[Saved data entries]
┄┄┄┄┄┄

* **ht 1.2 (ChEDL)** ``ht.hx.temperature_effectiveness_air_cooler`` (Schedwill's N rows, one
  pass; Nicole's 2-2, 3-3, 5-5 and 4-2 forms as given by Thulukkanam) read with side 1 the air:
  1e-12 where ht's float form is well conditioned (R·NTU >= 1e-3: below, its
  ``(1 - 1/ξ)/R`` loses ~eps/(R·NTU)).
* **The row model's differential equations**, solved exactly in the test (matrix exponential of
  the rows' linear system, :func:`row_model`): air unmixed along the tubes crossing the rows in
  turn, each row one tube deep, the process fluid mixed between passes and entering in the row
  where the air leaves. An independent check of every form, and the reference of the 4-row,
  4-pass form, which ht's printed version misses (it fails P = 1 - exp(-NTU) at R = 0).
* **Incropera** (Table 11.3, from memory): one row, one pass is crossflow with the air unmixed and
  the process fluid mixed.
* Networks: energy closure, the fan controller's target, the limits of the fans, and the same
  bundle rated as an exchanger against an air stream.
"""

from __future__ import annotations

import warnings

import numpy as np
import pytest
from ht import hx
from scipy.linalg import expm

from hxtrain.network import CaseError, case_from_mapping
from hxtrain.solver import simulate
from hxtrain.units import pntu
from hxtrain.units.pntu_air_cooler import AIR_COOLER_PASSES, p_air_cooler, p_air_cooler_air_basis

SETTINGS = [(rows, passes) for passes, rows_list in AIR_COOLER_PASSES.items() for rows in rows_list]
R_GRID = (0.01, 0.1, 0.3, 0.5, 1.0, 1.5, 3.0, 5.0)
NTU_GRID = (0.01, 0.1, 0.5, 1.0, 2.0, 5.0, 10.0, 20.0)
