/// Wheeler's approximation to Nagaoka's coefficient, 1/(1 + 0.45·D/l) (Wheeler, Proc. IRE 16, 1398, 1928; references §4).
pub fn wheeler_coefficient(diameter_over_length: f64) -> f64 {
    let u = diameter_over_length;
    if !u.is_finite() || u < 0.0 {
        return f64::NAN;
    }
    1.0 / (1.0 + 0.45 * u)
}

/// Inductance (H) of a current-sheet solenoid: L = μ0N²πr²k_N/l (Nagaoka 1909; references §4).
pub fn current_sheet_inductance(radius: f64, length: f64, turns: f64) -> f64 {
    if !finite(&[radius, length, turns]) || radius <= 0.0 || length <= 0.0 {
        return f64::NAN;
    }
    let k_n = nagaoka_coefficient(2.0 * radius / length);
    MU0 * turns * turns * PI * radius * radius * k_n / length
}

/// H (A/m) inside a very long solenoid of n turns per metre carrying I: nI, whatever the core (Ampère's law; references §7 #11).
pub fn long_solenoid_h(turns_per_metre: f64, current: f64) -> f64 {
    turns_per_metre * current
}

#[cfg(test)]
mod tests {
    use super::*;
    use crate::test_support::assert_digits;

    #[test]
    fn loop_centre_field_is_biot_savart_check_1() {
        // references.md §7 #1: Biot–Savart, exact
        assert_digits(loop_axial_field_centre(0.1, 1.0), "6.283185e-6");
        assert_digits(loop_axial_field(0.1, 1.0, 0.0), "6.283185e-6");
        assert_digits(loop_field(0.1, 1.0, 0.0, 0.0).1, "6.283185e-6");
    }

    #[test]
    fn loop_vector_potential_matches_jackson_5_37_check_2() {
        // references.md §7 #2 (§4 loop formula, computed)
        assert_digits(loop_vector_potential(0.1, 1.0, 0.05, 0.05), "1.112067e-7");
        assert_digits(loop_vector_potential(0.1, 1.0, 0.1, 0.1), "7.863503e-8");
        assert_digits(loop_vector_potential(0.1, 1.0, 0.2, 0.0), "8.731526e-8");
        assert_eq!(loop_vector_potential(0.1, 1.0, 0.0, 0.3), 0.0);
        assert!(loop_vector_potential(0.1, 1.0, -0.1, 0.0).is_nan());
    }

    #[test]
    fn loop_vector_potential_near_axis_is_linear_in_rho() {
        // Jackson §5.5 eq. 5.38 small-ρ limit: A_φ → (μ0Ia²/4)·ρ/(a² + z²)^{3/2} = B_z(0, z)·ρ/2
        let (a, z) = (0.1, 0.07);
        for rho in [1e-9, 1e-6, 1e-4] {
            let want = 0.5 * rho * loop_axial_field(a, 1.0, z);
            let got = loop_vector_potential(a, 1.0, rho, z);
            assert!(
                (got / want - 1.0).abs() < 1e-6,
                "rho {rho}: {got} vs {want}"
            );
        }
    }

    #[test]
    fn loop_field_is_curl_of_vector_potential() {
        // B_ρ = −∂A/∂z, B_z = (1/ρ)∂(ρA)/∂ρ (Jackson §5.5), by central differences
        let (a, i) = (0.1, 1.0);
        for (rho, z) in [(0.05, 0.05), (0.2, 0.03), (0.13, -0.21), (1e-3, 0.02)] {
            let h = 1e-6;
            let (br, bz) = loop_field(a, i, rho, z);
            let br_fd = -(loop_vector_potential(a, i, rho, z + h)
                - loop_vector_potential(a, i, rho, z - h))
                / (2.0 * h);
            let flux = |r: f64| r * loop_vector_potential(a, i, r, z);
            let bz_fd = (flux(rho + h) - flux(rho - h)) / (2.0 * h * rho);
            assert!(
                (br - br_fd).abs() < 1e-7 * bz.abs().max(br.abs()),
                "{rho},{z}"
            );
            assert!(
                (bz - bz_fd).abs() < 1e-7 * bz.abs().max(br.abs()),
                "{rho},{z}"
            );
        }
        // computed with mpmath 1.3.0 from the same closed form, 30 digits
        let (br, bz) = loop_field(0.1, 1.0, 0.05, 0.05);
        assert!((br / 1.616_890_840_755_077e-6 - 1.0).abs() < 1e-12);
        assert!((bz / 4.345_848_935_941_638e-6 - 1.0).abs() < 1e-12);
    }

    #[test]
    fn mutual_inductance_matches_dlmf_19_34_check_3() {
        // references.md §7 #3 (DLMF §19.34, computed)
        assert_digits(
            mutual_inductance_coaxial_loops(0.1, 0.1, 0.1),
            "4.940785e-8",
        );
        assert_digits(
            mutual_inductance_coaxial_loops(0.1, 0.05, 0.0),
            "5.486179e-8",
        );
        // flux of one loop through the other: M = 2πb·A_φ(b, d) (references §4)
        let m = 2.0 * PI * 0.05 * loop_vector_potential(0.1, 1.0, 0.05, 0.0);
        assert!((m / mutual_inductance_coaxial_loops(0.1, 0.05, 0.0) - 1.0).abs() < 1e-13);
    }

    #[test]
    fn mutual_inductance_far_apart_tends_to_dipole_coupling() {
        // two dipoles on a common axis: M → μ0πa²b²/(2d³) (Jackson §5.6 dipole field, on axis)
        let (a, b, d) = (0.1, 0.05, 1e3_f64);
        let want = MU0 * PI * a * a * b * b / (2.0 * d.powi(3));
        assert!((mutual_inductance_coaxial_loops(a, b, d) / want - 1.0).abs() < 1e-7);
    }

    #[test]
    fn thick_solenoid_axial_field_matches_montgomery_check_4() {
        // references.md §7 #4 (§3, Montgomery 1969 ch. 1, computed): a1 = 10 mm, a2 = 20 mm, 100 mm, 1000 turns, 1 A
        let bz = |z| thick_solenoid_axial_field(0.01, 0.02, 0.05, 1000.0, 1.0, z);
        assert_digits(bz(0.0), "1.2022574e-2");
        assert_digits(bz(0.05), "6.211308e-3");
        assert_digits(bz(0.1), "2.396043e-4");
        // centre form of references §3: B0 = μ0·J·b·ln[(a2 + sqrt(a2² + b²))/(a1 + sqrt(a1² + b²))]
        let j = 1000.0 / (0.1 * 0.01);
        let b0 = MU0 * j * 0.05 * ((0.02 + 0.0029f64.sqrt()) / (0.01 + 0.0026f64.sqrt())).ln();
        assert!((bz(0.0) / b0 - 1.0).abs() < 1e-13);
    }

    #[test]
    fn thick_solenoid_dipole_matches_check_5() {
        // references.md §7 #5 (§3)
        assert_digits(thick_solenoid_dipole(0.01, 0.02, 1000.0, 1.0), "0.7330383");
        // far on the axis the field is the dipole's: μ0m/(2πz³) (Jackson §5.6)
        let z = 50.0;
        let far = thick_solenoid_axial_field(0.01, 0.02, 0.05, 1000.0, 1.0, z);
        let dip = MU0 * thick_solenoid_dipole(0.01, 0.02, 1000.0, 1.0) / (2.0 * PI * z.powi(3));
        assert!((far / dip - 1.0).abs() < 1e-5);
    }

    #[test]
    fn thick_solenoid_thin_limit_is_loop_stack() {
        // a2 → a1 recovers the thin-sheet (Jackson §5.5 on-axis loop integrated over length) field
        let (a, b) = (0.02, 0.05);
        let thin = thick_solenoid_axial_field(a, a * (1.0 + 1e-7), b, 100.0, 1.0, 0.0);
        let sheet = MU0 * 100.0 / (2.0 * b) * b / (a * a + b * b).sqrt();
        assert!((thin / sheet - 1.0).abs() < 1e-6);
    }

    #[test]
    fn nagaoka_coefficient_matches_grover_table_36_check_values() {
        // references.md §4 (Nagaoka 1909; Grover Table 36), computed
        assert_digits(nagaoka_coefficient(0.1), "0.958807");
        assert_digits(nagaoka_coefficient(0.5), "0.818136");
        assert_digits(nagaoka_coefficient(1.0), "0.688423");
        assert_digits(nagaoka_coefficient(2.0), "0.525510");
        assert_digits(nagaoka_coefficient(5.0), "0.319825");
        assert_eq!(nagaoka_coefficient(0.0), 1.0);
        // long-coil expansion k_N ≈ 1 − 4u/(3π) (Grover 1946 [from memory]), u → 0
        let u = 1e-4;
        assert!((nagaoka_coefficient(u) - (1.0 - 4.0 * u / (3.0 * PI))).abs() < 1e-7);
    }

    #[test]
    fn wheeler_coefficient_matches_check_12() {
        // references.md §7 #12 (Wheeler, Proc. IRE 16, 1398, 1928)
        assert_digits(wheeler_coefficient(1.0), "0.689655");
        // references §4: within 0.3% of Nagaoka for D/l ≤ 2, −3.8% at 5 [computed]
        for u in [0.1, 0.5, 1.0, 2.0] {
            assert!((wheeler_coefficient(u) / nagaoka_coefficient(u) - 1.0).abs() < 3e-3);
        }
        let off = wheeler_coefficient(5.0) / nagaoka_coefficient(5.0) - 1.0;
        assert!((off + 0.038).abs() < 5e-4, "{off}");
    }

    #[test]
    fn long_solenoid_h_is_ampere_check_11() {
        // references.md §7 #11 (Ampère's law): n = 1e4 /m, I = 1 A
        assert_eq!(long_solenoid_h(1e4, 1.0), 1e4);
    }

    #[test]
    fn rectangle_gmd_matches_quadrature_and_grover_rule() {
        // exp of the mean log distance, computed with mpmath 1.3.0 (2-D quadrature, 20 digits)
        assert!((rectangle_gmd(1.0, 1.0) - 0.447_049_155_903_662_5).abs() < 1e-12);
        assert!((rectangle_gmd(1.0, 3.0) - 0.894_657_272_384_383_1).abs() < 1e-12);
        let adjacent = mean_log_distance(1.0, 0.0, 1.0, 1.0).exp();
        assert!((adjacent - 1.006_549_813_176_422_3).abs() < 1e-12);
        // a line segment: ln g = ln h − 3/2 (Maxwell, exact); floor of the thin side at 1e-3
        assert!((rectangle_gmd(0.0, 2.0) / (2.0 * (-1.5f64).exp()) - 1.0).abs() < 2e-3);
        // Grover 1946: g ≈ 0.2235(w + h), within 0.5% for any aspect ratio [from memory]
        for r in [1.0, 2.0, 5.0, 10.0, 100.0] {
            let g = rectangle_gmd(1.0, r);
            assert!((g / (0.2235 * (1.0 + r)) - 1.0).abs() < 5e-3, "aspect {r}");
        }
        // far cells: the second-moment expansion joins the exact form at 16 diagonals
        let (w, h) = (1.0_f64, 7.0);
        let d = 16.0 * w.hypot(h);
        for angle in [0.0f64, 0.4, 1.1] {
            let (dx, dy) = (d * angle.cos(), d * angle.sin());
            let exact = 0.5 * (dx * dx + dy * dy).ln() - mean_log_distance(dx, dy, w, h);
            let near = log_gmd_excess(dx * (1.0 - 1e-9), dy * (1.0 - 1e-9), w, h);
            let far = log_gmd_excess(dx * (1.0 + 1e-9), dy * (1.0 + 1e-9), w, h);
            assert!(
                (near - exact).abs() < 1e-8 && (far - exact).abs() < 1e-6,
                "{angle}"
            );
        }
    }

    #[test]
    fn filament_winding_inductance_converges_under_grid_refinement() {
        // Grover 1946 filament method: 20×20 → 40×40 must agree to better than 0.1%.
        // Brooks coil (square section c, inner radius c, outer 2c): square cells
        let coarse = thick_winding_inductance_filaments(1.0, 2.0, 1.0, 1.0, 20, 20);
        let fine = thick_winding_inductance_filaments(1.0, 2.0, 1.0, 1.0, 40, 40);
        assert!((coarse / fine - 1.0).abs() < 1e-4, "{coarse} vs {fine}");
        // the §7 #4 coil (10 mm × 100 mm section) with near-square cells
        let (a1, a2, len, n) = (0.01, 0.02, 0.1, 1000.0);
        let coarse = thick_winding_inductance_filaments(a1, a2, len, n, 10, 100);
        let fine = thick_winding_inductance_filaments(a1, a2, len, n, 20, 200);
        assert!((coarse / fine - 1.0).abs() < 1e-3, "{coarse} vs {fine}");
    }

    #[test]
    fn filament_winding_inductance_converges_at_second_order() {
        // midpoint rule on the smooth remainder: successive differences shrink ~4× per halving,
        // even with 10:1 cells (the §7 #4 coil on square grids)
        let l = |n| thick_winding_inductance_filaments(0.01, 0.02, 0.1, 1000.0, n, n);
        let (l20, l40, l80) = (l(20), l(40), l(80));
        let ratio = (l40 - l20) / (l80 - l40);
        assert!((3.5..4.5).contains(&ratio), "ratio {ratio}");
        // Richardson-extrapolated limits of the 10:1-cell and the near-square-cell grids agree
        let elongated = l80 + (l80 - l40) / 3.0;
        let sq = |nr| thick_winding_inductance_filaments(0.01, 0.02, 0.1, 1000.0, nr, 10 * nr);
        let (s10, s20) = (sq(10), sq(20));
        let square = s20 + (s20 - s10) / 3.0;
        assert!(
            (elongated / square - 1.0).abs() < 1e-5,
            "{elongated} vs {square}"
        );
    }

    #[test]
    fn filament_winding_reproduces_brooks_coil_constant() {
        // Brooks coil: L = 1.6994e-6·a·N² H with a the mean radius in m (Brooks & Turner, Univ.
        // Illinois Eng. Exp. Sta. Bull. 53, 1912; Grover 1946) [constant and citation from memory]
        let (c, n) = (0.01, 100.0);
        let l = thick_winding_inductance_filaments(c, 2.0 * c, c, n, 40, 40);
        let brooks = 1.6994e-6 * 1.5 * c * n * n;
        assert!((l / brooks - 1.0).abs() < 1e-4, "{l} vs {brooks}");
    }

    #[test]
    fn filament_winding_matches_wheeler_multilayer_formula() {
        // Wheeler, Proc. IRE 16, 1398, 1928: L[µH] = 31.6·N²r²/(6r + 9l + 10c), r mean radius,
        // l length, c depth in metres; ~1% when the three terms are about equal [accuracy from memory]
        let (r, len, c, n) = (0.015, 0.01, 0.009, 50.0);
        let wheeler = 31.6e-6 * n * n * r * r / (6.0 * r + 9.0 * len + 10.0 * c);
        let l = thick_winding_inductance_filaments(r - 0.5 * c, r + 0.5 * c, len, n, 30, 30);
        assert!((l / wheeler - 1.0).abs() < 1e-2, "{l} vs {wheeler}");
    }

    #[test]
    fn filament_winding_thin_limit_matches_nagaoka_current_sheet() {
        // a2 → a1: the winding becomes Nagaoka's current sheet (references §4, eq. L = μ0N²πr²k_N/l)
        let (a, len, n) = (0.02, 0.1, 100.0);
        let t = a * 1e-4;
        let sheet = current_sheet_inductance(a + 0.5 * t, len, n);
        let filaments = thick_winding_inductance_filaments(a, a + t, len, n, 1, 400);
        let off = (filaments / sheet - 1.0).abs();
        assert!(
            off < 1e-3,
            "filaments {filaments}, sheet {sheet}, off {off}"
        );
    }

    #[test]
    fn bad_input_gives_nan_not_panic() {
        assert!(loop_vector_potential(-1.0, 1.0, 0.1, 0.0).is_nan());
        assert!(mutual_inductance_coaxial_loops(0.0, 1.0, 0.1).is_nan());
        assert!(thick_solenoid_axial_field(0.02, 0.01, 0.05, 1.0, 1.0, 0.0).is_nan());
        assert!(thick_winding_inductance_filaments(0.01, 0.02, 0.1, 1.0, 0, 5).is_nan());
        assert!(nagaoka_coefficient(f64::NAN).is_nan());
        assert!(current_sheet_inductance(0.01, 0.0, 10.0).is_nan());
    }
}
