/**
 * The one-file HTML quick-look report ({@code report.html}).
 *
 * <h2>Design note</h2>
 * <p>{@link dev.sweepline.ground.report.QuickLookReport} knows nothing of telemetry: the product layer
 * fills it with tables and PNGs. Requirements and how each is verified ({@code GroundProcessingTest},
 * {@code QuickLookReportTest}):
 * <ol>
 *   <li>R1 one self-contained file: images as base64 data URIs, inline CSS, no script, no URL to fetch
 *       (the test scans for {@code http}, {@code src=} other than data URIs).</li>
 *   <li>R2 well-formed XHTML: parsed with the JDK's XML parser; every image decodes with ImageIO.</li>
 *   <li>R3 it renders: where {@code /usr/bin/chromium} exists, a headless screenshot is not blank
 *       (skipped with a message elsewhere).</li>
 *   <li>R4 a live report reloads itself by an HTML meta refresh, never a script ({@code FollowTest}).</li>
 * </ol>
 */
package dev.sweepline.ground.report;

┄┄┄┄┄┄

Work required: From the data above, reproduce word for word the lines running from the line with "near-square-cell grids agree" to the line with "let (s10, s20) = (sq(10), sq(20));", ends included.

Answer to this problem:
        // Richardson-extrapolated limits of the 10:1-cell and the near-square-cell grids agree
        let elongated = l80 + (l80 - l40) / 3.0;
        let sq = |nr| thick_winding_inductance_filaments(0.01, 0.02, 0.1, 1000.0, nr, 10 * nr);
        let (s10, s20) = (sq(10), sq(20));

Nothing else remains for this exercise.